Typically, we actually work with the log-likelihood \[ L(data|\beta_0,\beta_1,\sigma^2) = \sum_{i=1}^n \log \left[N(Y_i|\beta_0 + \beta_1X_i, \sigma^2)\right] \]
Let’s calculate the log-likelihood from the bread and peace example at \(\beta_0 = 45\), \(\beta_1 = 3\) and \(\sigma^2 = 3.5\)

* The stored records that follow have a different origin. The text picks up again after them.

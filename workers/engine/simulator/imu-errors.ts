/** What real inertial sensors make of a perfect recording. */
import type { RandomSource } from '../random';
import type { ImuColumns } from '../types';
import { GaussMarkov, MatchedRandomWalk } from './gauss-markov';
import type { ImuModel } from './grades';

/** Local names: a global looked up in each call costs more than the call. */
const { max, min, round, sqrt } = Math;

/** A recording with sensor errors, and the biases that were added (turn-on + in-run), at each sample; rad/s and m/s². */
export interface SensedImu {
  imu: ImuColumns;
  gyroBias: readonly [Float64Array, Float64Array, Float64Array];
  accelBias: readonly [Float64Array, Float64Array, Float64Array];
  /** Scale factor errors of the axes, 1. */
  gyroScale: readonly [number, number, number];
  accelScale: readonly [number, number, number];
}

interface AxisErrors {
  whiteNoise: number;
  turnOnSigma: number;
  wanderSigma: number;
  wanderTauS: number;
  wander: ImuModel['wander'];
  scaleSigma: number;
  step: number;
  range: number;
}

/**
 * Adds to each axis: turn-on constant, in-run wander, scale factor error, white noise (density N: σ = N/√Δt
 * of a rate sample, N√Δt of an increment), then the output's range and step. The input is left as it is.
 */
export function senseImu(perfect: ImuColumns, model: ImuModel, random: RandomSource): SensedImu {
  const gyroErrors: AxisErrors = {
    whiteNoise: model.gyroWhiteNoiseRadPerSqrtS,
    turnOnSigma: model.gyroTurnOnBiasSigmaRadPerS,
    wanderSigma: model.gyroBiasInstabilityRadPerS,
    wanderTauS: model.gyroBiasCorrelationTimeS,
    wander: model.wander,
    scaleSigma: model.gyroScaleSigma,
    step: model.gyroStepRadPerS,
    range: model.gyroRangeRadPerS,
  };
  const accelErrors: AxisErrors = {
    whiteNoise: model.accelWhiteNoiseMPerSPerSqrtS,
    turnOnSigma: model.accelTurnOnBiasSigmaMPerS2,
    wanderSigma: model.accelBiasInstabilityMPerS2,
    wanderTauS: model.accelBiasCorrelationTimeS,
    wander: model.wander,
    scaleSigma: model.accelScaleSigma,
    step: model.accelStepMPerS2,
    range: model.accelRangeMPerS2,
  };
  const sense = (group: 'gyro' | 'accel', axis: 0 | 1 | 2) =>
    senseAxis(
      perfect,
      perfect[group][axis],
      group === 'gyro' ? gyroErrors : accelErrors,
      random.split(`${group}-${axis}`),
    );
  const g = [sense('gyro', 0), sense('gyro', 1), sense('gyro', 2)] as const;
  const a = [sense('accel', 0), sense('accel', 1), sense('accel', 2)] as const;
  return {
    imu: {
      timeS: perfect.timeS,
      sampling: perfect.sampling,
      gyro: [g[0].values, g[1].values, g[2].values],
      accel: [a[0].values, a[1].values, a[2].values],
    },
    gyroBias: [g[0].bias, g[1].bias, g[2].bias],
    accelBias: [a[0].bias, a[1].bias, a[2].bias],
    gyroScale: [g[0].scale - 1, g[1].scale - 1, g[2].scale - 1],
    accelScale: [a[0].scale - 1, a[1].scale - 1, a[2].scale - 1],
  };
}

function senseAxis(perfect: ImuColumns, truth: Float64Array, errors: AxisErrors, random: RandomSource) {
  const { timeS } = perfect;
  const n = timeS.length;
  const increments = perfect.sampling === 'increment';
  const values = new Float64Array(n);
  const bias = new Float64Array(n);
  const turnOn = errors.turnOnSigma * random.normal();
  const scale = 1 + errors.scaleSigma * random.normal();
  const Wander = errors.wander === 'random-walk' ? MatchedRandomWalk : GaussMarkov;
  const wander = new Wander(errors.wanderSigma, errors.wanderTauS, random.split('wander'));
  for (let k = 0; k < n; k += 1) {
    const dt = k === 0 ? timeS[min(1, n - 1)]! - timeS[0]! || 1 : timeS[k]! - timeS[k - 1]!;
    if (k > 0) wander.step(dt);
    bias[k] = turnOn + wander.value;
    const rate = (increments ? truth[k]! / dt : truth[k]!) * scale;
    let sensed = rate + bias[k]! + (errors.whiteNoise / sqrt(dt)) * random.normal();
    sensed = min(max(sensed, -errors.range), errors.range);
    if (errors.step > 0) sensed = round(sensed / errors.step) * errors.step;
    values[k] = increments ? sensed * dt : sensed;
  }
  return { values, bias, scale };
}
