/** Recordings: list, one, upload, rename, map, delete, plots. */
import {
  keepPreviousData,
  useInfiniteQuery,
  useMutation,
  useQuery,
  useQueryClient,
  type InfiniteData,
  type QueryClient,
} from '@tanstack/react-query';
import type { Page } from '@/shared/contracts/common';
import type {
  ChannelMap,
  Recording,
  RecordingMeta,
  RecordingPatch,
  Series,
  SeriesChannel,
} from '@/shared/contracts/recordings';
import { api, apiUpload, type Upload } from './api';
import { STALE } from './query-client';

export const recordingKeys = {
  all: ['recordings'] as const,
  list: (search: string) => ['recordings', 'list', search] as const,
  one: (id: string) => ['recordings', 'one', id] as const,
  series: (id: string, query: SeriesRequest) => ['recordings', 'series', id, query] as const,
};

/** How often a recording that is being decoded is looked at, ms. */
const WATCH_MS = 1000;

export const isUnderWay = (recording: Pick<Recording, 'status'>): boolean =>
  recording.status === 'uploaded' || recording.status === 'decoding';

/** Newest first, a page at a time; looks again while any of them is being decoded. */
export function useRecordings(search = '') {
  return useInfiniteQuery({
    queryKey: recordingKeys.list(search),
    queryFn: ({ pageParam, signal }) =>
      api<Page<Recording>>('/recordings', { query: { search, cursor: pageParam, limit: 30 }, signal }),
    initialPageParam: '',
    getNextPageParam: (page) => page.nextCursor ?? undefined,
    staleTime: STALE.list,
    refetchInterval: (query) => (itemsOf(query.state.data).some(isUnderWay) ? WATCH_MS : false),
  });
}

/** All items of the pages that were fetched so far. */
export const itemsOf = <T>(data: InfiniteData<Page<T>> | undefined): T[] =>
  data?.pages.flatMap((page) => page.items) ?? [];

export function useRecording(id: string) {
  return useQuery({
    queryKey: recordingKeys.one(id),
    queryFn: ({ signal }) => api<Recording>(`/recordings/${id}`, { signal }),
    enabled: id !== '',
    refetchInterval: (query) => (query.state.data && isUnderWay(query.state.data) ? WATCH_MS : false),
  });
}

export function usePatchRecording(id: string) {
  const client = useQueryClient();
  return useMutation({
    mutationFn: (patch: RecordingPatch) =>
      api<Recording>(`/recordings/${id}`, { method: 'PATCH', body: patch }),
    onSuccess: (recording) => keep(client, recording),
  });
}

/** Maps the columns and decodes again. */
export function useMapRecording(id: string) {
  const client = useQueryClient();
  return useMutation({
    mutationFn: (map: ChannelMap) =>
      api<Recording>(`/recordings/${id}/channel-map`, { method: 'PUT', body: map }),
    onSuccess: (recording) => keep(client, recording),
  });
}

/** Accepts the remedy of a finding, or (null) takes the latest back; the recording is decoded again. */
export function useRemedy(id: string) {
  const client = useQueryClient();
  return useMutation({
    mutationFn: (code: string | null) =>
      code === null
        ? api<Recording>(`/recordings/${id}/remedies/undo`, { method: 'POST' })
        : api<Recording>(`/recordings/${id}/remedies`, { method: 'POST', body: { code } }),
    onSuccess: (recording) => keep(client, recording),
  });
}

export function useDeleteRecording() {
  const client = useQueryClient();
  return useMutation({
    mutationFn: (id: string) => api<void>(`/recordings/${id}`, { method: 'DELETE' }),
    onSuccess: async (_, id) => {
      client.removeQueries({ queryKey: recordingKeys.one(id) });
      await client.invalidateQueries({ queryKey: recordingKeys.all });
    },
  });
}

export interface UploadInput {
  meta: RecordingMeta;
  imu: File;
  gnss: File;
  reference?: File;
}

/** Sends the files; `meta` goes first so that the server can refuse before the bulk arrives. */
export function uploadRecording(
  input: UploadInput,
  onProgress: (sent: number, total: number) => void,
): Upload<Recording> {
  const form = new FormData();
  form.append('meta', JSON.stringify(input.meta));
  form.append('imu', input.imu, input.imu.name);
  form.append('gnss', input.gnss, input.gnss.name);
  if (input.reference) form.append('reference', input.reference, input.reference.name);
  return apiUpload<Recording>('/recordings', form, onProgress);
}

/** For after an upload: the list shows the new recording at once. */
export function useKeepRecording() {
  const client = useQueryClient();
  return (recording: Recording) => keep(client, recording);
}

export interface SeriesRequest {
  channels: readonly SeriesChannel[];
  from?: number;
  to?: number;
  points?: number;
}

/** Decimated channels for plots; minimum and maximum are kept. */
export function useRecordingSeries(id: string, request: SeriesRequest, enabled = true) {
  return useQuery({
    queryKey: recordingKeys.series(id, request),
    queryFn: ({ signal }) =>
      api<Series>(`/recordings/${id}/series`, {
        query: { ...request, channels: request.channels.join(',') },
        signal,
      }),
    enabled: enabled && id !== '',
    staleTime: STALE.slow,
    // A finer stretch replaces the coarse one when it is there.
    placeholderData: keepPreviousData,
  });
}

function keep(client: QueryClient, recording: Recording) {
  client.setQueryData(recordingKeys.one(recording.id), recording);
  return client.invalidateQueries({ queryKey: ['recordings', 'list'] });
}
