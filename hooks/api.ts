/** The REST client: base path, workspace and CSRF headers, problem+json turned into a typed error, uploads with progress. */
import {
  API_PREFIX,
  CSRF_HEADER,
  WORKSPACE_HEADER,
  problemSchema,
  type FieldError,
  type Problem,
} from '@/shared/contracts/common';

/** A refusal by the server, with its plain sentence; `errors` names the fields. */
export class ApiProblem extends Error {
  readonly status: number;
  readonly type: string;
  readonly title: string;
  readonly errors: readonly FieldError[];

  constructor(problem: Problem) {
    super(problem.detail || problem.title);
    this.name = 'ApiProblem';
    this.status = problem.status;
    this.type = problem.type;
    this.title = problem.title;
    this.errors = problem.errors ?? [];
  }
}

/** The server did not answer at all. */
export class NetworkProblem extends Error {
  constructor() {
    super('The server does not answer. Check the connection; what is on the screen is kept. Then try again.');
    this.name = 'NetworkProblem';
  }
}

let workspaceId: string | null = null;
let onSignedOut: () => void = () => undefined;

/** Names the workspace of every later request; null leaves it to the server. */
export function setApiWorkspace(id: string | null) {
  workspaceId = id;
}
/** Called when an answer says that the session is over. */
export function setSignedOutHandler(handler: () => void) {
  onSignedOut = handler;
}

export interface RequestOptions {
  method?: 'GET' | 'POST' | 'PUT' | 'PATCH' | 'DELETE';
  body?: unknown;
  query?: Record<string, string | number | boolean | undefined>;
  signal?: AbortSignal;
  /** A 401 is an answer here, not the end of a session (GET /me, POST /sessions). */
  anonymous?: boolean;
}

/** JSON in, JSON out; 204 gives undefined. */
export async function api<T>(path: string, options: RequestOptions = {}): Promise<T> {
  const response = await send(path, options);
  if (response.status === 204) return undefined as T;
  return (await response.json()) as T;
}

/** For binary answers: a run's series as an encoded frame. */
export async function apiBytes(path: string, options: RequestOptions = {}): Promise<ArrayBuffer> {
  return (await send(path, options)).arrayBuffer();
}

/** Address of a route, for downloads by link. */
export function apiUrl(path: string, query: RequestOptions['query'] = {}): string {
  const given = Object.entries(query).filter(([, value]) => value !== undefined && value !== '');
  const text = new URLSearchParams(given.map(([key, value]) => [key, String(value)])).toString();
  return API_PREFIX + path + (text ? `?${text}` : '');
}

/** Address of a file that the browser fetches by itself: the workspace goes along, as no header can. */
export const downloadUrl = (path: string, query: RequestOptions['query'] = {}): string =>
  apiUrl(path, { ...query, workspace: workspaceId ?? undefined });

export interface Upload<T> {
  done: Promise<T>;
  cancel: () => void;
}

/** A multipart POST with progress in bytes. `cancel` makes `done` fail with an AbortError. */
export function apiUpload<T>(
  path: string,
  form: FormData,
  onProgress: (sent: number, total: number) => void,
): Upload<T> {
  const request = new XMLHttpRequest();
  const done = new Promise<T>((resolve, reject) => {
    request.open('POST', apiUrl(path));
    for (const [name, value] of Object.entries(stateHeaders())) request.setRequestHeader(name, value);
    request.upload.onprogress = (event) => onProgress(event.loaded, event.total);
    request.onload = () => {
      if (request.status >= 200 && request.status < 300) resolve(JSON.parse(request.responseText) as T);
      else reject(refusal(request.status, request.responseText, false));
    };
    request.onerror = () => reject(new NetworkProblem());
    request.onabort = () => reject(new DOMException('The upload was cancelled.', 'AbortError'));
    request.send(form);
  });
  return { done, cancel: () => request.abort() };
}

async function send(path: string, options: RequestOptions): Promise<Response> {
  const { method = 'GET', body, query, signal, anonymous = false } = options;
  const headers: Record<string, string> = method === 'GET' ? workspaceHeader() : stateHeaders();
  if (body !== undefined) headers['Content-Type'] = 'application/json';
  let response: Response;
  try {
    response = await fetch(apiUrl(path, query), {
      method,
      headers,
      body: body === undefined ? undefined : JSON.stringify(body),
      credentials: 'same-origin',
      signal,
    });
  } catch (error) {
    if (signal?.aborted) throw error;
    throw new NetworkProblem();
  }
  if (response.ok) return response;
  throw refusal(response.status, await response.text(), anonymous);
}

function workspaceHeader(): Record<string, string> {
  return workspaceId ? { [WORKSPACE_HEADER]: workspaceId } : {};
}
function stateHeaders(): Record<string, string> {
  return { ...workspaceHeader(), [CSRF_HEADER]: '1' };
}

function refusal(status: number, text: string, anonymous: boolean): ApiProblem {
  if (status === 401 && !anonymous) onSignedOut();
  return new ApiProblem(parseProblem(text) ?? unknownProblem(status));
}

function parseProblem(text: string): Problem | null {
  try {
    const parsed = problemSchema.safeParse(JSON.parse(text));
    return parsed.success ? parsed.data : null;
  } catch {
    return null; // not JSON: a proxy's page, say
  }
}

function unknownProblem(status: number): Problem {
  return {
    type: 'urn:driftwright:problem:unknown',
    title: 'Unexpected answer',
    status,
    detail: `The server answered ${status} without saying why. Try again in a moment.`,
  };
}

ll <- function(beta0, beta1, sigma2) {
dnorm(x = hibbs$vote,
mean = beta0 + beta1 * hibbs$growth,
sd = sqrt(sigma2),
log = TRUE) %>%
sum()
}
ll(4, 3, 3.5)
## [1] -4155
Now let’s do it at the OLS estimates
ll(46.25, 3.06, 3.76)
## [1] -51.66
Much higher!
It turns out the the OLS estimates of \(\beta_0\) and \(\beta_1\) are also the maximum likelihood estimates of \(\beta_0\) and \(\beta_1\).
The MLE of \(\sigma^2\) is \(\frac{n-2}{n}\hat{\sigma}^2\) (the uncorrected standard deviation estimate).
Derivation \[\begin{align} \max \sum_{i=1}^n \log \left[N(Y_i|\beta_0 + \beta_1X_i, \sigma^2)\right] &= \max\sum_{i=1}^n\left[-\frac{1}{2}\log(2\pi\sigma^2) - \frac{1}{2\sigma^2}(Y_i - \beta_0 - \beta_1X_i)^2\right]\\ &= \min\sum_{i=1}^n\left[\frac{1}{2}\log(2\pi\sigma^2) + \frac{1}{2\sigma^2}(Y_i - \beta_0 - \beta_1X_i)^2\right]\\ &= \min\left[n\frac{1}{2}\log(2\pi\sigma^2) + \frac{1}{2\sigma^2}\sum_{i=1}^n(Y_i - \beta_0 - \beta_1X_i)^2\right] \end{align}\]
When we minimize over \(\beta_0\) and \(\beta_1\), we just need to worry about the second term. But this is equivalent to minimizing the sum of squares!
Maximum likelihood estimation is a very general approach to estimating a parameter given a data generative model.